“When you look for a job, you can’t find it and you give up, you are now considered statistically employed. But I don’t consider those people employed.”
— President Trump, remarks to CEO town hall, April 4, 2017
The president made these comments as he described the method of calculating the unemployment rate as “ridiculous.” Since no one at the White House, apparently, has explained to the president how the unemployment rate is calculated, here’s a quick and easy briefing.
Spoiler alert: It’s exactly the opposite of what Trump said.
The Bureau of Labor Statistics, which is part of the Labor Department, details the process at length on its website.
The data that makes up the unemployment rate comes from a monthly sample of 60,000 households, or about 110,000 people, from 800 geographic areas across the country. Each household is interviewed for four months, so each month about one-quarter of the households are changed. Census Bureau employees interview the households to determine whether people ages 16 and over have jobs, are seeking jobs or are out of the labor force.
Here are the basic concepts used by the BLS:
• People with jobs are employed.
• People who are jobless, looking for a job and available for work are unemployed.
• The labor force is made up of the employed and the unemployed.
• People who are neither employed nor unemployed are not in the labor force.
In other words, a person working some period during the week is considered employed. A person who was laid off and is seeking a new job is unemployed. And a person who is a stay-at-home parent or retired is not in the labor force.
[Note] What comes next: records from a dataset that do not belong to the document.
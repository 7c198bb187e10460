/* SPDX-License-Identifier: GPL-3.0-or-later */
/*
 * ladder_text: the ladder of one ceiling, every column of which adds up as
 * printed.
 */
#ifndef PLAFOND_LADDER_TEXT_H
#define PLAFOND_LADDER_TEXT_H

#include <stdio.h>

#include "ceiling/ceiling.h"
#include "report/rate_unit.h"

/* line_source: where the line's rate is written.  Not for a reference. */
void ladder_text(const struct ceiling *ceiling, const struct rate_unit *unit,
    const char *line_source, FILE *out);

#endif
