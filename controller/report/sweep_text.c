/* SPDX-License-Identifier: GPL-3.0-or-later */
/* The text form of a sweep: a table a direction, or one for both. */
#include <string.h>

#include "columns.h"
#include "report/rate_unit.h"
#include "report/sweep.h"

static const enum layer_level levels[] = { LEVEL_LINE, LEVEL_FRAME,
	LEVEL_PACKET, LEVEL_SEGMENT, LEVEL_PAYLOAD };
#define SHOWN_LEVELS (sizeof(levels) / sizeof(levels[0]))
#define CONDITION_CELL_SIZE 160

/* What the accepted points of one direction have in common.  A condition above
 * the ceiling explains nothing and is not printed, unless it is what goes
 * through the range. */
struct common {
	const struct sweep_direction *first;	/* NULL: none is accepted */
	bool level[LEVELS];		/* some point has it */
	bool one_binding, one_condition;
	bool conditions;		/* they are printed */
	uint64_t largest_bps, least_bps;
};

/* Of what the circuit is used under. */
static bool
is_condition(const char *key)
{
	static const char prefix[] = "conditions.";

	return strncmp(key, prefix, sizeof(prefix) - 1) == 0;
}

static struct common
find_common(const struct sweep *sweep, enum direction direction)
{
	struct common c = { .one_binding = true, .one_condition = true,
		.conditions = is_condition(sweep->range.key) };
	size_t i, n;

	for (i = 0; i < sweep->range.count; i++) {
		const struct sweep_direction *d =
		    &sweep->points[i].directions[direction];

		if (sweep->points[i].refused)
			continue;
		if (c.first == NULL) {
			c.first = d;
			c.least_bps = d->rate_bps[LEVEL_PAYLOAD];
		}
		for (n = 0; n < LEVELS; n++)
			c.level[n] = c.level[n] || d->has_level[n];
		if (strcmp(d->binding, c.first->binding) != 0)
			c.one_binding = false;
		if (strcmp(d->condition, c.first->condition) != 0)
			c.one_condition = false;
		c.conditions = c.conditions || (d->condition[0] != '\0' &&
		    d->condition_bps < d->rate_bps[LEVEL_PAYLOAD]);
		if (d->rate_bps[LEVEL_LINE] > c.largest_bps)
			c.largest_bps = d->rate_bps[LEVEL_LINE];
		if (d->rate_bps[LEVEL_PAYLOAD] < c.least_bps)
			c.least_bps = d->rate_bps[LEVEL_PAYLOAD];
	}
	return c;
}

static bool
same_point(const struct sweep_direction *left,
    const struct sweep_direction *right)
{
	return memcmp(left->rate_bps, right->rate_bps,
	    sizeof(left->rate_bps)) == 0 &&
	    strcmp(left->binding, right->binding) == 0 &&
	    strcmp(left->condition, right->condition) == 0 &&
	    left->condition_bps == right->condition_bps;
}

static bool
directions_alike(const struct sweep *sweep)
{
	for (size_t i = 0; i < sweep->range.count; i++)
		if (!same_point(&sweep->points[i].directions[0],
		    &sweep->points[i].directions[1]))
			return false;
	return true;
}

/* Columns: value, levels, condition, binding. */
struct shape {
	struct columns *columns;
	const struct rate_unit *unit;
	const struct common *common;
	bool binding, condition;	/* columns for them */
};

static void
add_head(const struct sweep *sweep, const struct shape *shape)
{
	const char *cells[COLUMNS_MAX] = { NULL };
	size_t n = 0, i;

	cells[n++] = sweep->range.key;
	for (i = 0; i < SHOWN_LEVELS; i++)
		if (shape->common->level[levels[i]])
			cells[n++] = level_name(levels[i]);
	if (shape->condition)
		cells[n++] = "condition";
	if (shape->binding)
		cells[n++] = "set by";
	columns_row(shape->columns, cells);
	columns_rule(shape->columns);
}

static void
add_point(const struct sweep_point *point, enum direction direction,
    const struct shape *shape)
{
	const struct sweep_direction *d = &point->directions[direction];
	char rates[SHOWN_LEVELS][RATE_CELL_SIZE];
	char condition[CONDITION_CELL_SIZE] = "", rate[RATE_CELL_SIZE];
	const char *cells[COLUMNS_MAX] = { point->value };
	size_t n = 1, i;

	for (i = 0; i < SHOWN_LEVELS; i++) {
		if (!shape->common->level[levels[i]])
			continue;
		cells[n++] = point->refused || !d->has_level[levels[i]] ? "-" :
		    rate_unit_text(shape->unit, d->rate_bps[levels[i]],
		    rates[i]);
	}
	if (!point->refused && d->condition[0] != '\0')
		(void)snprintf(condition, sizeof(condition), "%s%s%s",
		    rate_unit_text(shape->unit, d->condition_bps, rate),
		    shape->common->one_condition ? "" : " ",
		    shape->common->one_condition ? "" : d->condition);
	if (shape->condition)
		cells[n++] = condition;
	if (shape->binding)
		cells[n++] = point->refused ? "refused" : d->binding;
	columns_row(shape->columns, cells);
}

static void
print_table(const struct sweep *sweep, enum direction direction,
    const struct common *common, const struct rate_unit *unit, FILE *out)
{
	char alignment[COLUMNS_MAX + 1] = "r", *end = alignment + 1;
	struct shape shape = { .unit = unit, .common = common,
		.binding = !common->one_binding,
		.condition = common->conditions };
	size_t i;

	for (i = 0; i < SHOWN_LEVELS; i++)
		if (common->level[levels[i]])
			*end++ = 'r';
	if (shape.condition)
		*end++ = common->one_condition ? 'r' : 'l';
	if (shape.binding)
		*end++ = 'l';
	*end = '\0';
	shape.columns = columns_new(alignment);
	add_head(sweep, &shape);
	for (i = 0; i < sweep->range.count; i++)
		add_point(&sweep->points[i], direction, &shape);
	columns_print(shape.columns, 0, out);
	columns_free(shape.columns);
}

static void
print_direction(const struct sweep *sweep, enum direction direction,
    const char *title, FILE *out)
{
	struct common common = find_common(sweep, direction);
	const struct rate_unit *unit;

	unit = rate_unit_for(common.largest_bps, common.least_bps);
	(void)fprintf(out, "\n%s, in %s", title, unit->symbol);
	if (common.first != NULL && common.one_binding)
		(void)fprintf(out, "; set by %s", common.first->binding);
	if (common.conditions && common.one_condition)
		(void)fprintf(out, "\nlowest condition: %s",
		    common.first->condition);
	(void)fputs("\n\n", out);
	print_table(sweep, direction, &common, unit, out);
}

/* The first one's reason stands for all. */
static void
print_refused(const struct sweep *sweep, FILE *out)
{
	struct columns *columns;
	const struct sweep_point *first = NULL;
	char text[SWEEP_VALUE_SIZE + 600];
	const char *cells[] = { text };
	size_t i, count = 0;

	for (i = 0; i < sweep->range.count; i++)
		if (sweep->points[i].refused && count++ == 0)
			first = &sweep->points[i];
	if (first == NULL)
		return;
	columns = columns_new("w");
	(void)snprintf(text, sizeof(text), "-: the declaration is refused "
	    "with %s%s: %s", first->value, count > 1 ? " and others" : "",
	    first->why);
	columns_row(columns, cells);
	(void)fputc('\n', out);
	columns_print(columns, 0, out);
	columns_free(columns);
}

void
sweep_text(const struct sweep *sweep, FILE *out)
{
	const struct sweep_range *range = &sweep->range;
	enum direction d;

	(void)fprintf(out, "%s: %s from %s to %s, over %s\n", sweep->circuit,
	    range->key, sweep->points[0].value,
	    sweep->points[range->count - 1].value, sweep->top);
	if (sweep->reference) {
		(void)fputs("its medium is a reference and has no ceiling\n",
		    out);
		return;
	}
	if (directions_alike(sweep))
		print_direction(sweep, DIRECTION_A_TO_B,
		    "both directions alike", out);
	else
		for (d = 0; d < DIRECTIONS_SINGLE; d++)
			print_direction(sweep, d, direction_name(d), out);
	print_refused(sweep, out);
}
Trump thus has it entirely backward. If you can’t find a job and have given up looking for work, you are considered not in the labor force. You are not considered “statistically employed.” However, within the “not in labor force” category, you would be listed as wanting a job but either discouraged or marginally attached to the workforce. In the most common unemployment rate, known as the U-3, you are considered unemployed only if you are actively looking for a job. (There is an alternative rate, the U-4, which includes discouraged workers; the rate for February 2017 increases from 4.7 percent to 5 percent in the U-4.)
Speaking to the chief executives, Trump also repeated his Four-Pinocchio claim that “100 million people” are seeking jobs. “A lot of those people came out and voted for me.” Trump said. “I call them the forgotten man, the forgotten woman. But a lot of those people — a good percentage of them — would like to have jobs, and they don’t.”
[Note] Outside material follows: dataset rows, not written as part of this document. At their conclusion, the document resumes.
/* SPDX-License-Identifier: GPL-3.0-or-later */
#include <inttypes.h>
#include <math.h>
#include <string.h>

#include "clock.h"
#include "report/record.h"
#include "report/text_ladder.h"
#include "report/text_page.h"
#include "report/text_tables.h"
#include "utf8.h"

/* Circuit, outcome, attained a direction: the whole answer in one line. */
static void
print_headline(struct text_page *page, const struct record *record,
    const bool shown[DIRECTIONS_SINGLE])
{
	const struct verdict *verdict = record->verdict;
	const char *outcome = outcome_name(verdict->outcome);
	char rest[128] = "", buf[TEXT_CELL_SIZE];
	size_t used = 0;

	for (size_t d = 0; d < DIRECTIONS_SINGLE; d++)
		if (shown[d])
			used += (size_t)snprintf(rest + used,
			    sizeof(rest) - used, "   %s %s",
			    direction_name((enum direction)d),
			    text_attained(verdict, (enum direction)d, page,
			    buf));
	if (page->colour)
		(void)fputs("\033[1m", page->out);
	text_cut(page, 0, page->columns - (unsigned)(utf8_columns(rest) +
	    strlen(outcome) + 2), record->circuit->name);
	if (page->colour)
		(void)fputs("\033[0m", page->out);
	text_put(page, "   ");
	text_paint(page, text_outcome_paint(verdict->outcome), outcome);
	text_put(page, rest);
	text_end(page);
}

static const struct criterion_outcome *
first_criterion(const struct verdict *verdict, enum outcome outcome)
{
	for (size_t i = 0; i < verdict->criteria_count; i++)
		if (verdict->criteria[i].judged &&
		    verdict->criteria[i].outcome == outcome)
			return &verdict->criteria[i];
	return NULL;
}

static size_t
count_judged(const struct verdict *verdict, bool judged)
{
	size_t count = 0;

	for (size_t i = 0; i < verdict->criteria_count; i++)
		count += verdict->criteria[i].judged == judged;
	return count;
}

static size_t
count_voids(const struct verdict *verdict)
{
	size_t count = 0;

	for (size_t i = 0; i < verdict->reasons_count; i++)
		count += verdict->reasons[i].voids;
	return count;
}

static void
answer_meets(const struct verdict *verdict, char *buf, size_t size)
{
	size_t judged = count_judged(verdict, true);
	size_t left = count_judged(verdict, false);
	size_t used;

	if (judged == 0) {
		(void)snprintf(buf, size, "The trials were sound; nothing was "
		    "required.");
		return;
	}
	used = (size_t)snprintf(buf, size, "%s met, with 99 %% confidence",
	    judged == 1 ? "The criterion judged is"
	    : judged == 2 ? "Both criteria judged are"
	    : "All criteria judged are");
	if (left > 0)
		used += (size_t)snprintf(buf + used, size - used,
		    "; %zu more %s not judged", left, left == 1 ?
		    "was" : "were");
	(void)snprintf(buf + used, size - used, ".");
}

/* The reason for the outcome in one sentence. */
static void
print_answer(struct text_page *page, const struct verdict *verdict)
{
	const struct criterion_outcome *row =
	    first_criterion(verdict, verdict->outcome);
	const struct reason *reason = verdict_void_reason(verdict);
	char text[512], wanted[TEXT_CELL_SIZE], found[TEXT_CELL_SIZE];

	switch (verdict->outcome) {
	case OUTCOME_MEETS:
		answer_meets(verdict, text, sizeof(text));
		break;
	case OUTCOME_FALLS_SHORT:
		(void)snprintf(text, sizeof(text), "%s %s: %s attained "
		    "(median), %s required: missed, with 99 %% confidence.",
		    direction_name(row->direction), row->name,
		    text_percent(row->found, found),
		    text_required(row, wanted));
		break;
	case OUTCOME_UNDECIDED:
		if (row == NULL)
			(void)snprintf(text, sizeof(text),
			    "No criterion was judged.");
		else
			(void)snprintf(text, sizeof(text), "%s %s: %s.",
			    direction_name(row->direction), row->name,
			    row->note);
		break;
	case OUTCOME_VOID:
		if (count_voids(verdict) > 1)
			(void)snprintf(text, sizeof(text), "Not to be trusted,"
			    " for %zu reasons.", count_voids(verdict));
		else
			(void)snprintf(text, sizeof(text),
			    "Not to be trusted: %s.", reason != NULL
			    ? reason->text : "no reason was kept");
		break;
	case OUTCOMES:
		return;
	}
	text_wrap(page, 0, text);
}

static const struct bound *
binding_bound(const struct ceiling *ceiling)
{
	for (size_t i = 0; i < ceiling->bounds_count; i++)
		if (ceiling->bounds[i].binding &&
		    ceiling->bounds[i].class != BOUND_CONDITION)
			return &ceiling->bounds[i];
	return NULL;
}

static void
print_target(struct text_page *page, const struct record *record,
    const bool shown[DIRECTIONS_SINGLE])
{
	char buf[TEXT_CELL_SIZE], binding[128];
	uint64_t target_bps = record->verdict->target_bps[DIRECTION_A_TO_B];

	text_heading(page, "Set against");
	if (record->ceilings[DIRECTION_A_TO_B].reference) {
		if (target_bps == 0)
			text_left(page, 14, page->signs->none);
		else
			text_left(page, 14, text_rate(page, target_bps, buf));
		text_putf(page, " %s   the host's own bare copy loop:",
		    page->rate_unit);
		text_end(page);
		text_left(page, 14, "a reference, not a ceiling");
		text_end(page);
		return;
	}
	for (size_t d = 0; d < DIRECTIONS_SINGLE; d++) {
		const struct bound *bound =
		    binding_bound(&record->ceilings[d]);

		if (!shown[d])
			continue;
		text_left(page, 14, direction_name((enum direction)d));
		text_right(page, 31, text_rate(page,
		    record->verdict->target_bps[d], buf));
		text_putf(page, " %s", page->rate_unit);
		if (bound != NULL) {
			(void)snprintf(binding, sizeof(binding), "%s: %s",
			    bound_class_name(bound->class), bound->name);
			text_left(page, 40, "");
			text_wrap(page, 40, binding);
		} else {
			text_end(page);
		}
	}
}

/* Entries of the ledger with their evidence; the figures stand above. */
static void
print_evidence(struct text_page *page, const struct verdict *verdict)
{
	bool any = false;

	for (size_t i = 0; i < verdict->ledger_count; i++) {
		const struct ledger_entry *entry = &verdict->ledger[i];

		/* The rest is explained by nothing: nothing to say. */
		if (strcmp(entry->name, "unexplained") == 0)
			continue;
		if (!any) {
			text_heading(page, "Evidence");
			text_end(page);
		}
		any = true;
		text_left(page, 2, direction_name(entry->direction));
		text_left(page, 10, entry->name);
		text_left(page, 26, "");
		text_wrap(page, 26, entry->evidence);
	}
}

static void
print_reasons(struct text_page *page, const struct verdict *verdict,
    bool voids, const char *heading)
{
	bool any = false;

	for (size_t i = 0; i < verdict->reasons_count; i++) {
		const struct reason *reason = &verdict->reasons[i];

		if (reason->voids != voids)
			continue;
		if (!any) {
			text_heading(page, heading);
			text_end(page);
		}
		any = true;
		text_left(page, 2, reason->code);
		text_left(page, 22, "");
		text_wrap(page, 22, reason->text);
	}
}

static void
add_words(char *buf, size_t size, const char *before, const char *text)
{
	size_t used = strlen(buf);

	if (text[0] != '\0')
		(void)snprintf(buf + used, size - used, "%s%s%s",
		    used > 0 ? ", " : "", before, text);
}

static void
add_rate(char *buf, size_t size, const char *before, uint64_t bps)
{
	char text[TEXT_CELL_SIZE];

	if (bps != UNKNOWN_U64 && bps != 0)
		add_words(buf, size, before, units_format(bps, DIMENSION_RATE,
		    2, text, sizeof(text)));
}

static void
print_end(struct text_page *page, const struct record *record, enum end end)
{
	const struct host_facts *host = &record->hosts[end];
	char text[768] = "", cpus[TEXT_CELL_SIZE] = "";
	char mtu[TEXT_CELL_SIZE] = "";

	add_words(text, sizeof(text), "", host->hostname);
	add_words(text, sizeof(text), "", host->kernel);
	if (host->cpus != UNKNOWN_U64 && host->cpus != 0)
		(void)snprintf(cpus, sizeof(cpus), "%" PRIu64 " CPU%s",
		    host->cpus, host->cpus == 1 ? "" : "s");
	add_words(text, sizeof(text), "", cpus);
	add_words(text, sizeof(text), "", host->interface);
	if (host->interface_mtu_bytes != UNKNOWN_U64 &&
	    host->interface_mtu_bytes != 0)
		(void)snprintf(mtu, sizeof(mtu), "MTU %" PRIu64 " B",
		    host->interface_mtu_bytes);
	add_words(text, sizeof(text), "", mtu);
	if (host->link_speed_bps == UNKNOWN_U64)
		add_words(text, sizeof(text), "", "link speed unknown");
	add_rate(text, sizeof(text), "link ", host->link_speed_bps);
	add_rate(text, sizeof(text), "host reference ",
	    record->reference_bps[end]);
	add_words(text, sizeof(text), "", host->software);
	text_left(page, 2, end_name(end));
	if (strcmp(record->circuit->ends[end].name, end_name(end)) != 0)
		text_cut(page, 4, 20, record->circuit->ends[end].name);
	text_left(page, 20, "");
	text_wrap(page, 20, text);
}

static void
print_ends(struct text_page *page, const struct record *record)
{
	if (record->hosts == NULL)
		return;
	text_heading(page, "Ends");
	text_end(page);
	for (size_t end = 0; end < ENDS; end++)
		print_end(page, record, (enum end)end);
}

static void
print_footer(struct text_page *page, const struct record *record)
{
	char started[25], took[TEXT_CELL_SIZE];
	uint64_t took_ns = record->finished_utc_ns > record->started_utc_ns
	    ? record->finished_utc_ns - record->started_utc_ns : 0;

	clock_utc_text(record->started_utc_ns, started);
	text_end(page);
	text_putf(page, "%s %s", record->task, record->id);
	text_end(page);
	text_putf(page, "%s, %s, plafond " PLAFOND_VERSION, started,
	    units_format(took_ns / NS_PER_MS * NS_PER_MS, DIMENSION_TIME, 1,
	    took, sizeof(took)));
	text_end(page);
}

/* Directions that the plan or a trial holds. */
static void
find_shown(const struct record *record, bool shown[DIRECTIONS_SINGLE])
{
	uint64_t directions = record->circuit->plan.directions;
	bool both = (directions >> DIRECTION_BOTH & 1) != 0;

	for (size_t d = 0; d < DIRECTIONS_SINGLE; d++)
		shown[d] = both || (directions >> d & 1) != 0 ||
		    record->verdict->has_achieved[d];
}

void
report_text(const struct record *record, const struct text_style *style,
    FILE *out)
{
	const struct verdict *verdict = record->verdict;
	bool shown[DIRECTIONS_SINGLE];
	struct text_page page;

	find_shown(record, shown);
	text_page_init(&page, style,
	    verdict->target_bps[0] > verdict->target_bps[1]
	    ? verdict->target_bps[0] : verdict->target_bps[1], out);
	print_headline(&page, record, shown);
	print_answer(&page, verdict);
	/* A single one is the answer already. */
	if (count_voids(verdict) > 1)
		print_reasons(&page, verdict, true, "Why void");
	print_target(&page, record, shown);
	text_criteria(&page, verdict);
	text_medians(&page, record);
	if (!record->ceilings[DIRECTION_A_TO_B].reference)
		text_ladder(&page, record, shown);
	print_evidence(&page, verdict);
	text_trials(&page, record);
	print_reasons(&page, verdict, false, "Notes");
	print_ends(&page, record);
	print_footer(&page, record);
}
Trump uses an exaggerated number for the people not in the labor force. But as we have explained repeatedly, most of those people — 93 percent — do not want jobs. That’s because they are people who are retired, students, stay-at-home parents or disabled.
The Pinocchio Test
We can only imagine the confusion among the corporate chieftains as they heard the president utter gibberish about the unemployment rate. Let’s hope this briefing finds its way to the president and he speaks with more authority in the future.